11. Fermentation crock
Sauerkraut, kimchi, pickles… There are so many wonderful fermented probiotic foods you can make in a fermentation crock.
12. Swingtop glass bottles
We ALWAYS have jars of homemade fermented liquid concoctions in our fridge or bubbling away on our countertops. And we always use reusable glass swingtop bottles for storage, whether it’s for cider, kombucha, ginger bugs, or other tasty beverages.
13. Conical stainless steel fermenter + glass carboys
Continuing on the fermentation theme… We used to make a lot of homemade alcohol fermentations back before the research literature convinced us that we should cut alcohol out of our lives for improved health. During that time, our stainless steel conical fermentation tank was often bubbling away with elderberry wine, pumpkin champagne, and other concoctions.
If your food-loving gift recipient loves making their own homemade beer or wine, they’ll love this gift!

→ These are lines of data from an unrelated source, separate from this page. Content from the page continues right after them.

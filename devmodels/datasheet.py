r"""Datasheet values at their own test conditions, moved to the bias point.

A datasheet gives each small-signal figure at its own test condition (fT at some IC and VCE,
Cob at some VCB, hFE as a table against IC, h-parameters at one test point, all at 25 C).
Each function here takes such a value with its test condition, moves it to the bias point
by a stated law, and returns a small frozen result that holds the value used, the value
given and a one-line ``note`` ("given at X, used at Y") for the command line to print.
Warnings are returned in the result (``warnings``), never printed.

All values are SI (A, V, ohm, F, Hz, K, s).  The bias-point argument (``ic``, ``vcb``,
``ib``, ``id``) may be a scalar or a numpy array; results have its shape (a float for a
scalar).  Every bad input raises :class:`~devmodels.exceptions.InputError` with a message
that starts with the name of the value.

Laws (sources beside each; "from memory" where the text was not at hand):

* **fT against IC**, the transit-time relation (Gray, Hurst, Lewis and Meyer, *Analysis and
  Design of Analog Integrated Circuits*, ch. 1, from memory):

  .. math:: \frac{1}{2\pi f_T} = \tau_F + \frac{(C_{je} + C_\mu)\,V_T}{I_C},\qquad V_T = kT/q .

  The dependence of tau_F on VCE (base-width modulation) is neglected: the test VCE is
  recorded, not used.
* **C_mu from Cob**, the junction-capacitance law (Sze, *Physics of Semiconductor Devices*,
  p-n junction chapter, from memory; abrupt junction m = 1/2, linearly graded m = 1/3):

  .. math:: C(V) = \frac{C_0}{(1 + V/\phi)^m}
     \;\Rightarrow\;
     C_\mu(V_{CB}) = C_{ob}\left(\frac{1 + V_{CB,test}/\phi}{1 + V_{CB}/\phi}\right)^m ,

  with VCB = VCE - VBE(on) at the bias point.
* **hFE table**: beta linear in log10(IC) between neighbouring rows, held flat beyond the ends
  (the way hFE-against-IC curves are drawn on log axes; common practice, no source).
* **h-parameters to hybrid-pi**: the exact low-frequency CE h-parameters of the hybrid-pi
  with rb, r_pi, r_mu, ro and gm = IC/VT (derived from its nodal equations; the textbook
  approximations hfe = beta, hre = r_pi/r_mu are the r_mu >> r_pi limits, Gray and Meyer,
  from memory):

  .. math::
     h_{ie} = r_b + r_\pi (1 - h_{re}),\quad h_{re} = \frac{r_\pi}{r_\pi + r_\mu},\quad
     h_{fe} = r_\pi (1 - h_{re}) g_m - h_{re},\quad
     h_{oe} = \frac{1}{r_o} + \frac{1 + g_m r_\pi}{r_\pi + r_\mu} .

  Moved to another IC: gm = IC/VT, r_pi = beta/gm, ro = VA/IC with VA = IC_test ro_test
  (Gray and Meyer, from memory), r_mu proportional to beta ro (common practice, no source),
  rb held.
* **IB instead of IC**: IC = beta IB; with a table, beta depends on IC and the fixed point is
  found by bisection in log10(IC) (see :func:`ic_from_ib`).
* **FETs**: gm proportional to sqrt(ID) (the square law, Shockley's for a JFET, Sedra and
  Smith, from memory; see :mod:`devmodels.fetbias`), and Cgs = Ciss - Crss, Cgd = Crss,
  Cds = Coss - Crss (the datasheet capacitances are measured with the other terminals
  AC-shorted: Ciss = Cgs + Cgd, Crss = Cgd, Coss = Cds + Cgd; from memory).

Datasheet figures are at 25 C; the package takes given values at its reference temperature
``T_REF`` = 300 K (see :mod:`devmodels.temperature`), and ``test_temp`` says otherwise.
"""

from __future__ import annotations

import math
from dataclasses import dataclass

import numpy as np

from .constants import thermal_voltage
from .exceptions import InputError
from .temperature import T_REF, VBE_DEFAULT
from .units import format_si

__all__ = [
    "COB_POTENTIAL_DEFAULT", "COB_EXPONENT_DEFAULT",
    "FtAtBias", "TransitTimeFit", "CmuFromCob", "HfeAtIc", "IcFromIb", "HybridPiElements",
    "GmFromYfs", "FetCapacitances",
    "transit_time", "ft_from_transit_time", "fit_transit_time", "ft_at_bias", "cmu_from_cob",
    "hfe_from_table", "ic_from_ib", "hybrid_pi_from_h", "scale_hybrid_pi", "gm_from_yfs",
    "fet_capacitances",
]

#: Built-in potential phi of the collector-base junction in V (common practice, no source:
#: 0.5 V to 0.9 V is the usual range for silicon).
COB_POTENTIAL_DEFAULT = 0.75
#: Grading exponent m of the collector-base junction (common practice, no source: between the
#: linearly graded 1/3 and the abrupt 1/2, nearer the graded value for diffused collectors).
COB_EXPONENT_DEFAULT = 0.33

_TWO_PI = 2.0 * math.pi


# --- checks and display ---------------------------------------------------------------------

def _arr(name: str, value, unit: str, *, positive: bool = False, nonneg: bool = False,
         what: str = "") -> np.ndarray:
    """``value`` as a float array (finite; > 0 or >= 0 when asked), or an InputError naming it."""
    if value is None:
        raise InputError(f"{name}: a value is required ({unit}){what}")
    if isinstance(value, (bool, np.bool_, str, bytes)):
        raise InputError(f"{name}: expected a number in {unit}, got {value!r}")
    try:
        v = np.asarray(value, dtype=float)
    except (TypeError, ValueError):
        raise InputError(f"{name}: expected a number in {unit}, got {value!r}") from None
    if v.size == 0:
        raise InputError(f"{name}: expected a number in {unit}, got an empty array")
    bad = ~np.isfinite(v)
    if np.any(bad):
        raise InputError(f"{name}: expected a finite value in {unit}, got {v[bad].flat[0]!r}")
    if positive and np.any(v <= 0):
        raise InputError(f"{name}: expected a value > 0 in {unit}, got {v[v <= 0].flat[0]:g}")
    if nonneg and np.any(v < 0):
        raise InputError(f"{name}: expected a value >= 0 in {unit}, got {v[v < 0].flat[0]:g}")
    return v


def _scalar(name: str, value, unit: str, **kw) -> float:
    v = _arr(name, value, unit, **kw)
    if v.size == 1:
        return float(v.reshape(()))
    if v.ndim != 0:
        raise InputError(f"{name}: expected one number in {unit}, got an array of shape {v.shape}")
    return float(v)


def _out(v):
    """A float for a 0-d result, the array otherwise."""
    v = np.asarray(v, dtype=float)
    return float(v) if v.ndim == 0 else v


def _show(value, unit: str) -> str:
    """One value with its SI prefix, or the range of an array."""
    v = np.asarray(value, dtype=float)
    if v.ndim == 0:
        return format_si(float(v), unit)
    lo, hi = float(np.min(v)), float(np.max(v))
    if lo == hi:
        return format_si(lo, unit)
    return f"{format_si(lo, unit)} to {format_si(hi, unit)} ({v.size} values)"


def _vce_text(vce) -> str:
    return "" if vce is None else f", VCE = {_show(vce, 'V')}"


# --- fT against IC ---------------------------------------------------------------------------

def transit_time(ft, ft_at_ic, c_je, c_mu=0.0, temp=T_REF):
    r"""Forward transit time tau_F from one test point of fT and the junction capacitances.

    :math:`\tau_F = 1/(2\pi f_T) - (C_{je} + C_\mu) V_T / I_C` (transit-time relation, Gray,
    Hurst, Lewis and Meyer, ch. 1, from memory).

    Parameters
    ----------
    ft : float or ndarray
        Transition frequency in Hz at the test point.
    ft_at_ic : float or ndarray
        Collector current of the test point in A.
    c_je : float or ndarray
        Base-emitter junction capacitance in F (> 0).
    c_mu : float or ndarray
        Collector-base capacitance at the test point in F (>= 0).
    temp : float
        Temperature of the test point in K (VT = kT/q).

    Returns
    -------
    float or ndarray
        tau_F in s.

    Raises
    ------
    InputError
        ``c_je: ...`` when tau_F would be negative: the test point is inconsistent with the
        capacitances (they alone would make fT lower than given).
    """
    f = _arr("ft", ft, "Hz", positive=True)
    i = _arr("ft_at_ic", ft_at_ic, "A", positive=True)
    cje = _arr("c_je", c_je, "F", positive=True)
    cmu = _arr("c_mu", c_mu, "F", nonneg=True)
    vt = thermal_voltage(_scalar("temp", temp, "K", positive=True))
    f, i, cje, cmu = np.broadcast_arrays(f, i, cje, cmu)
    tau = 1.0 / (_TWO_PI * f) - (cje + cmu) * vt / i
    if np.any(tau < 0):
        k = np.unravel_index(np.argmin(tau), tau.shape)
        fmax = i[k] / (_TWO_PI * (cje[k] + cmu[k]) * vt)
        raise InputError(
            f"c_je: {cje[k]:g} F (with c_mu = {cmu[k]:g} F) is too large for ft = {f[k]:g} Hz "
            f"at ft_at_ic = {i[k]:g} A: tau_F would be {tau[k]:g} s < 0 (the capacitances alone "
            f"limit fT to {fmax:g} Hz there; the test point is inconsistent with c_je)")
    return _out(tau)


def ft_from_transit_time(ic, tau_f, c_sum, temp=T_REF):
    r"""fT at a collector current from tau_F and the junction capacitances.

    :math:`f_T = 1 / \left(2\pi\,(\tau_F + C\,V_T/I_C)\right)` with C = C_je + C_mu (Gray,
    Hurst, Lewis and Meyer, ch. 1, from memory).

    Parameters
    ----------
    ic : float or ndarray
        Collector current in A (> 0).
    tau_f : float or ndarray
        Forward transit time in s (>= 0).
    c_sum : float or ndarray
        C_je + C_mu in F (>= 0; tau_f and c_sum not both 0).
    temp : float or ndarray
        Temperature in K.

    Returns
    -------
    float or ndarray
        fT in Hz, shaped like the broadcast of the inputs.
    """
    i = _arr("ic", ic, "A", positive=True)
    tau = _arr("tau_f", tau_f, "s", nonneg=True)
    c = _arr("c_sum", c_sum, "F", nonneg=True)
    vt = thermal_voltage(_arr("temp", temp, "K", positive=True))
    total = tau + c * vt / i
    if np.any(total <= 0):
        raise InputError("tau_f, c_sum: both are 0, fT would be unbounded")
    return _out(1.0 / (_TWO_PI * total))


@dataclass(frozen=True, slots=True)
class TransitTimeFit:
    """Least-squares fit of 1/(2 pi fT) against 1/IC over several test points.

    Parameters
    ----------
    tau_f : float
        Forward transit time in s (the intercept).
    c_sum : float
        C_je + C_mu in F at the test points (the slope divided by VT).
    residual : float
        Root-mean-square residual of 1/(2 pi fT) in s.
    rel_residual : float
        Largest residual relative to 1/(2 pi fT) at its point (dimensionless).
    points : int
        Number of test points.
    tau_f_unc, c_sum_unc : float or None
        Standard uncertainties of tau_F (s) and C_je + C_mu (F) from the residual, s^2 (A^T A)^-1
        with s^2 = sum r^2 / (points - unknowns) (the linear least-squares estimate, e.g. Press
        et al., *Numerical Recipes*, ch. 15, from memory); ``None`` when there are no more points
        than unknowns.  ``c_sum_unc`` is 0 when ``c_sum`` was given.
    """

    tau_f: float
    c_sum: float
    residual: float
    rel_residual: float
    points: int
    tau_f_unc: float | None = None
    c_sum_unc: float | None = None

+Add-on gift – Transferring/racking the final fermented concoctions (such as beer, wine, or cider) into glass carboys after fermentation is also essential. We’d advise against using plastic containers (even if it’s supposed to be food grade) to store or make any high acid and/or fermented liquids due to the potential for plastic compounds leaching into the liquid.
14. Pressure canner
Water bath canning is fine for jellies and jams but if someone is serious about canning and wants to safely can things such as protein-rich soups and stews with zero botulism risk, a pressure canner is essential. The All American pressure cooker-canner is perfect.
15. Weck canning jars
In the US, we’re used to the metal-lidded canning jars. However, in parts of Europe, Weck canning jars are universally used. Why? 1) Weck canning jars have reusable glass lids, and 2) they don’t have the BPA coating found on the underside of our standard metal canning jar lids.
Check out Weck’s full list of canning jars to find the ones that make the perfect gift for you!
16. Cookbooks
We can’t have a gift guide for home chefs that doesn’t include a few cookbooks! Here are a few of our absolute favorite cookbooks that any kitchen dweller will love:
- Any cookbook written byYotam Ottolenghi. If forced to pick one, we’d recommend Plenty.
- Forage, Harvest, Feast: a wild-inspired cuisine by Marie Viljoen (an awesome human, forager, and gardener we also happen to know).
- Shrubs: An old-fashioned drink for modern times.
- The NOMA Guide to Fermentation – a fantastic book for the fermentation-curious or expert fermenter alike!
We hope our gift ideas for home chefs will help you find the perfect gift for the special food-loving, food-making friend, partner, or family member who makes your world taste better!